Assignment -
Needed from the data below: every line from the one with "const then = new" up to and including the one with "so the contamination's", repeated exactly and with nothing else.

(Dataset excerpts Opens)

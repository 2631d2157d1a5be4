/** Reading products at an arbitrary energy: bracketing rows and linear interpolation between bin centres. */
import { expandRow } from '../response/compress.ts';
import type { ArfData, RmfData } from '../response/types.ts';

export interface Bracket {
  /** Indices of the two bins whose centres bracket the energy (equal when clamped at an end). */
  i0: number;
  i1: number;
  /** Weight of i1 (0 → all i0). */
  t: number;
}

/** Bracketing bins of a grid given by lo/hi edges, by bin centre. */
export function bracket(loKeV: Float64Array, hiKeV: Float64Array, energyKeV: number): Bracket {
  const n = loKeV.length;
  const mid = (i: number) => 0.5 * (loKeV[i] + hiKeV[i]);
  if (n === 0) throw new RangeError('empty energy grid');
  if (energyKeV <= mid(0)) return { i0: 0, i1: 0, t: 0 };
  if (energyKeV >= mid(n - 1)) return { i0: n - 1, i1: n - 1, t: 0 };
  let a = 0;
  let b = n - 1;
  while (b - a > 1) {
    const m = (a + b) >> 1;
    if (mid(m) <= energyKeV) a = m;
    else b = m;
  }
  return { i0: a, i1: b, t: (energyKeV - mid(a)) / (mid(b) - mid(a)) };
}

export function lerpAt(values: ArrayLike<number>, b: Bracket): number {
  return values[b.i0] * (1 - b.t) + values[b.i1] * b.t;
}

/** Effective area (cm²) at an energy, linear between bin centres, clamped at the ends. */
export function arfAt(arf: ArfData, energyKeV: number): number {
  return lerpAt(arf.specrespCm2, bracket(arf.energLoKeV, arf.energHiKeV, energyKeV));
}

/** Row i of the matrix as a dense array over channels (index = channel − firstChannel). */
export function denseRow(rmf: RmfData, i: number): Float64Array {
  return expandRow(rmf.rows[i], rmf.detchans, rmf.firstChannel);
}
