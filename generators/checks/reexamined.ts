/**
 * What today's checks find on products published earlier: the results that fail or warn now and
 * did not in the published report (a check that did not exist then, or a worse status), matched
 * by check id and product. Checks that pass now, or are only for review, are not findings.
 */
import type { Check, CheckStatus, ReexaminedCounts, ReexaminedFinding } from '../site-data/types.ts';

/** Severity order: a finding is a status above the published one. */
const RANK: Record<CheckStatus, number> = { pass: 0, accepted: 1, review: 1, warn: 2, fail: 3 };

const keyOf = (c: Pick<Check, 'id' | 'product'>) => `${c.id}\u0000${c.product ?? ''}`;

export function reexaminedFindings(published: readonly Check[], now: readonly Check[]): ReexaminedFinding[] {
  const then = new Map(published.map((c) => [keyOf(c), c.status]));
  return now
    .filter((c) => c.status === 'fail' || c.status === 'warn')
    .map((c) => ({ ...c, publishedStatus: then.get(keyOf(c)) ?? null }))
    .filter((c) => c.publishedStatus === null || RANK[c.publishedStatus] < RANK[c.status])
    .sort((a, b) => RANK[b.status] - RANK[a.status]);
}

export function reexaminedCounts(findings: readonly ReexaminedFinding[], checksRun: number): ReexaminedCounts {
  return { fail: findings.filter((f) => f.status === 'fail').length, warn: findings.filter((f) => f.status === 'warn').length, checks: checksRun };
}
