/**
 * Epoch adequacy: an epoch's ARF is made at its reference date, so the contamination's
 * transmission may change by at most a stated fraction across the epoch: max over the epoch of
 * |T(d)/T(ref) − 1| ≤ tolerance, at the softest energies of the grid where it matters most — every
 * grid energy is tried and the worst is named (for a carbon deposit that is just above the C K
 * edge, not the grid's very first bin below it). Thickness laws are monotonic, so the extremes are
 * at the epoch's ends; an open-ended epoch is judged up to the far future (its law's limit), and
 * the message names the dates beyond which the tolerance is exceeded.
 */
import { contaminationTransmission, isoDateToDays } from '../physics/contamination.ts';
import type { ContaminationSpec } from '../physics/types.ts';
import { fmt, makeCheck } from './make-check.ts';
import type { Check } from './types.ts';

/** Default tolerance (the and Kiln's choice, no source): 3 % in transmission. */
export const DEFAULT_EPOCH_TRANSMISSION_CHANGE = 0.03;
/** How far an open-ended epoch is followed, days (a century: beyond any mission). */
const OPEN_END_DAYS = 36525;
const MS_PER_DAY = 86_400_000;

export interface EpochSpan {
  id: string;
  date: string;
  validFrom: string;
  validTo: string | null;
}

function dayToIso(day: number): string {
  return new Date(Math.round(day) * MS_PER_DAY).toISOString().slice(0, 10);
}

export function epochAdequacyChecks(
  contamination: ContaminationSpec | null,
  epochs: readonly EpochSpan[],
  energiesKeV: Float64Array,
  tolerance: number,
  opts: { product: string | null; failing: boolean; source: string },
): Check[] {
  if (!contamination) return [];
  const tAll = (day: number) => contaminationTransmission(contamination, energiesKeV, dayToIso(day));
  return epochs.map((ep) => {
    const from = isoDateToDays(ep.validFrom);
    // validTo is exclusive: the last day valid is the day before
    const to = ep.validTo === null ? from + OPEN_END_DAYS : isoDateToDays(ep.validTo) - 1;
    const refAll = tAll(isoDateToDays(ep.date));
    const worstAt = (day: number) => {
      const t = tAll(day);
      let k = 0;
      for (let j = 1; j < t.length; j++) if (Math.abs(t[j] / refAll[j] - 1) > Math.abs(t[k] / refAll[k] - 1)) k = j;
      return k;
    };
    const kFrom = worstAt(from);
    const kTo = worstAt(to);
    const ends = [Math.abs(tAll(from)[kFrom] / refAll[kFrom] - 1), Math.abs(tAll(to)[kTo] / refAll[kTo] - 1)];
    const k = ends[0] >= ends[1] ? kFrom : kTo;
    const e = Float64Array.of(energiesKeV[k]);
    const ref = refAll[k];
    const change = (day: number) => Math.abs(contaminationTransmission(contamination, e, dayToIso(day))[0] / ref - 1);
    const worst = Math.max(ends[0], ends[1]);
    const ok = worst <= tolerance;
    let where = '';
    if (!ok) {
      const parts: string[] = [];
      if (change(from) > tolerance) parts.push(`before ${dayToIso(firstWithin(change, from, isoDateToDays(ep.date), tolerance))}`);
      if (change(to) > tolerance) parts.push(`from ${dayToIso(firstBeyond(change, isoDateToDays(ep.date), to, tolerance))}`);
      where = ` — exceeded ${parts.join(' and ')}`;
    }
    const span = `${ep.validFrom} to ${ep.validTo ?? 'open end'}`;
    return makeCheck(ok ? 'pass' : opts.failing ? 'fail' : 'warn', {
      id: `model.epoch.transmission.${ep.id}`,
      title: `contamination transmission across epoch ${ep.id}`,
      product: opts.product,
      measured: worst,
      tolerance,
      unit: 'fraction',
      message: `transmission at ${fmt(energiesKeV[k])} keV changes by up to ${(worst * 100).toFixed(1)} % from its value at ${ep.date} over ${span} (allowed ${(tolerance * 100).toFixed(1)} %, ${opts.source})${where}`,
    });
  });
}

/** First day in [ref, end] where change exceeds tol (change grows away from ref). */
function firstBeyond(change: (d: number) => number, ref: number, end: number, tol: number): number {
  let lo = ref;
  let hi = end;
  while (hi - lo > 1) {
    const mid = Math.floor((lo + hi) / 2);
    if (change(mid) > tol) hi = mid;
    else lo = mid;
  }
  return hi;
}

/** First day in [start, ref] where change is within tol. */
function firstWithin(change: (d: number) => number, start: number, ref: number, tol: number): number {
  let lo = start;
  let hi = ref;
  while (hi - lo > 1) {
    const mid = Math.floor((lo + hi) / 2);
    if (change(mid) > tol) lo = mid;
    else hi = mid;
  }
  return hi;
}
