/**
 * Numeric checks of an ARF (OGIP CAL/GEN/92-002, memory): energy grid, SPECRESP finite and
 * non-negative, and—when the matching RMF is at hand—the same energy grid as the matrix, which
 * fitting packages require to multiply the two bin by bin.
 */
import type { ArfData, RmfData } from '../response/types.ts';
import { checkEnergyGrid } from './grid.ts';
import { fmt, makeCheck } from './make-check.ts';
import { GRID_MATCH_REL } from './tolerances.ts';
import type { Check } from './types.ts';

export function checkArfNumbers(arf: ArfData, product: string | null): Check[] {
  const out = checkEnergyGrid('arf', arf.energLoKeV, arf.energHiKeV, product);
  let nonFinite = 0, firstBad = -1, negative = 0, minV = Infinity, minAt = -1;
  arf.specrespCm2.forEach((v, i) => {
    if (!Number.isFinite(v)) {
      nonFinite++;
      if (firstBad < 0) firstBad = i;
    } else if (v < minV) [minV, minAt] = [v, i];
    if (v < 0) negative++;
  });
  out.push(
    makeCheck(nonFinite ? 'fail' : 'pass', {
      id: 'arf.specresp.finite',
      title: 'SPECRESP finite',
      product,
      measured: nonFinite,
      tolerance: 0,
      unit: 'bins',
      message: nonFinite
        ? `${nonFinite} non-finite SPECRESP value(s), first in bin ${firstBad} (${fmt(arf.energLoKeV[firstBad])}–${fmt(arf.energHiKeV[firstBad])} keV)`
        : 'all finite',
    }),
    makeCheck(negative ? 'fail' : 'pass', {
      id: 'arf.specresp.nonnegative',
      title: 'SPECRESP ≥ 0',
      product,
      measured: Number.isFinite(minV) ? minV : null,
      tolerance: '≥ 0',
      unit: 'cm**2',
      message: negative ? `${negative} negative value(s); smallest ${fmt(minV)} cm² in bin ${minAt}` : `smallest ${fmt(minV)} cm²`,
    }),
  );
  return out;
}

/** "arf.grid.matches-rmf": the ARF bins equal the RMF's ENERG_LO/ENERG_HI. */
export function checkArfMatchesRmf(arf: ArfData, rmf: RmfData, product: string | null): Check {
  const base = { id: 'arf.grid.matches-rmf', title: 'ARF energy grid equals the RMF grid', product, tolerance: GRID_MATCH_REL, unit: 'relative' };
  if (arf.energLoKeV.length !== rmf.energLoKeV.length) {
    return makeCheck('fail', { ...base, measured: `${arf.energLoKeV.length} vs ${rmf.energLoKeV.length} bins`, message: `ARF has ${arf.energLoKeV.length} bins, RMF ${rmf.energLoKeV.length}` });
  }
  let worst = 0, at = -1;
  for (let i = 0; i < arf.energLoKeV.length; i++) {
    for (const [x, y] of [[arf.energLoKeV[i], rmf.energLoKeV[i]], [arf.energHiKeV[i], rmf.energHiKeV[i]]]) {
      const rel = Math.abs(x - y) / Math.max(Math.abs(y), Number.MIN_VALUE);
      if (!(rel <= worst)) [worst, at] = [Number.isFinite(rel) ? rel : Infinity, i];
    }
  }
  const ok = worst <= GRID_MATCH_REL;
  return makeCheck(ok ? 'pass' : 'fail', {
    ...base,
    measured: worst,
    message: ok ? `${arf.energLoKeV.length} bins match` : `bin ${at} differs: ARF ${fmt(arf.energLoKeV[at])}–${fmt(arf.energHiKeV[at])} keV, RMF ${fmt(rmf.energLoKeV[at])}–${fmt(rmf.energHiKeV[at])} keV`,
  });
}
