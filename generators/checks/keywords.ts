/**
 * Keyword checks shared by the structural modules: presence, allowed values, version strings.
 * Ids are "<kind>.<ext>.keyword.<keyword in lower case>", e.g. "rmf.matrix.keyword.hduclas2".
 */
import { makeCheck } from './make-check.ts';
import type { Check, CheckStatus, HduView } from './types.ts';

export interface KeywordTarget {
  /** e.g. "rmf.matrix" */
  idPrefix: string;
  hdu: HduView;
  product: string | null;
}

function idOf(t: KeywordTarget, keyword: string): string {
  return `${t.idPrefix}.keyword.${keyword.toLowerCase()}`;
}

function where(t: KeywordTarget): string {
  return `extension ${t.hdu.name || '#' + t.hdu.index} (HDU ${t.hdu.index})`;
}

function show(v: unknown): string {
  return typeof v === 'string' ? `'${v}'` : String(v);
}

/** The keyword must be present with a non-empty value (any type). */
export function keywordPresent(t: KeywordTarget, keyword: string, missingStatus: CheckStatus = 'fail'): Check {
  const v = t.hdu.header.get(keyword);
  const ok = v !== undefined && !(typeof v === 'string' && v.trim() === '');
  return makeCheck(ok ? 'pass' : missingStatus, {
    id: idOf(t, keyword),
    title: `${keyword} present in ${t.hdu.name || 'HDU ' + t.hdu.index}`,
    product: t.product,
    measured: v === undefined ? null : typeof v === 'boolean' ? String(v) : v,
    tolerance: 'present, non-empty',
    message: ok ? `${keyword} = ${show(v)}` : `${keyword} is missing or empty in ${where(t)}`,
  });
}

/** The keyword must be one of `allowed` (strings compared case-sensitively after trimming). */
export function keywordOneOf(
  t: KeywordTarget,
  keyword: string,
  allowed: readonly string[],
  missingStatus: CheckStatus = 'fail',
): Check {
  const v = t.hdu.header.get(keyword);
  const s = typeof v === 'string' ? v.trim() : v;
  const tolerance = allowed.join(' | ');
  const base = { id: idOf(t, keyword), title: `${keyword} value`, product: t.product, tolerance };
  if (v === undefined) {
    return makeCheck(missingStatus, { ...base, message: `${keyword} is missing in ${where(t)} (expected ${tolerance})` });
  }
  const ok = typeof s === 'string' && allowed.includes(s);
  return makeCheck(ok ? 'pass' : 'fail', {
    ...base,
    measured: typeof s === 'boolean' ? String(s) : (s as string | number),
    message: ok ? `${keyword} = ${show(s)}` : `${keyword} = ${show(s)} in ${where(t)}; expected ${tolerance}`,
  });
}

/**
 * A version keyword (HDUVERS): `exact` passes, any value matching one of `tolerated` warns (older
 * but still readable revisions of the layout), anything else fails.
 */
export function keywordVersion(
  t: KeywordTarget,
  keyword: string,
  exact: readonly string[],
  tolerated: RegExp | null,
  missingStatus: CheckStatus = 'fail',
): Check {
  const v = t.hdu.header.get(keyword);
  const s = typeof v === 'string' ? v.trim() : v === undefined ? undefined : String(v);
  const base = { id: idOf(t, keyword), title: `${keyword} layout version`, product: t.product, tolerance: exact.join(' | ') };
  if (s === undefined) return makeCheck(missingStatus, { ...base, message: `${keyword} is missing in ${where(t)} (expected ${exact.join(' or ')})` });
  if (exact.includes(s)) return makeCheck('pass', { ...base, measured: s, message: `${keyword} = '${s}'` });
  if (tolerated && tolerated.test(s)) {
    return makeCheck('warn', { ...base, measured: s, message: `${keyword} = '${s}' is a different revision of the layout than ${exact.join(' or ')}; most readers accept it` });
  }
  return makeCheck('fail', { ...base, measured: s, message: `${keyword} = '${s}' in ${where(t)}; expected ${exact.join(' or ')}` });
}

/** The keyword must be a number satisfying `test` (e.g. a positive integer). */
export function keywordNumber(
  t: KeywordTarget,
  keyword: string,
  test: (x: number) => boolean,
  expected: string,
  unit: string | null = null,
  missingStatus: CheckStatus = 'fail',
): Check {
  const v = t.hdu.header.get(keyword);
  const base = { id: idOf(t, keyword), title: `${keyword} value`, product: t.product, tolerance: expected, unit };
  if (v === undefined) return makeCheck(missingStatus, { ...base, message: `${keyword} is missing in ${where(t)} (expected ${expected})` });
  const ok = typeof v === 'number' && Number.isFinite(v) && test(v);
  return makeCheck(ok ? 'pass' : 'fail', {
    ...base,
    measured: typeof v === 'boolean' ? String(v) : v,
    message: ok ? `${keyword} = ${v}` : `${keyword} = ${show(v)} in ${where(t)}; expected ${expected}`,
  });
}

(Dataset excerpts Closes)

Expected answer -
  const then = new Map(published.map((c) => [keyOf(c), c.status]));
  return now
    .filter((c) => c.status === 'fail' || c.status === 'warn')
    .map((c) => ({ ...c, publishedStatus: then.get(keyOf(c)) ?? null }))
    .filter((c) => c.publishedStatus === null || RANK[c.publishedStatus] < RANK[c.status])
    .sort((a, b) => RANK[b.status] - RANK[a.status]);
}

export function reexaminedCounts(findings: readonly ReexaminedFinding[], checksRun: number): ReexaminedCounts {
  return { fail: findings.filter((f) => f.status === 'fail').length, warn: findings.filter((f) => f.status === 'warn').length, checks: checksRun };
}
/**
 * Epoch adequacy: an epoch's ARF is made at its reference date, so the contamination's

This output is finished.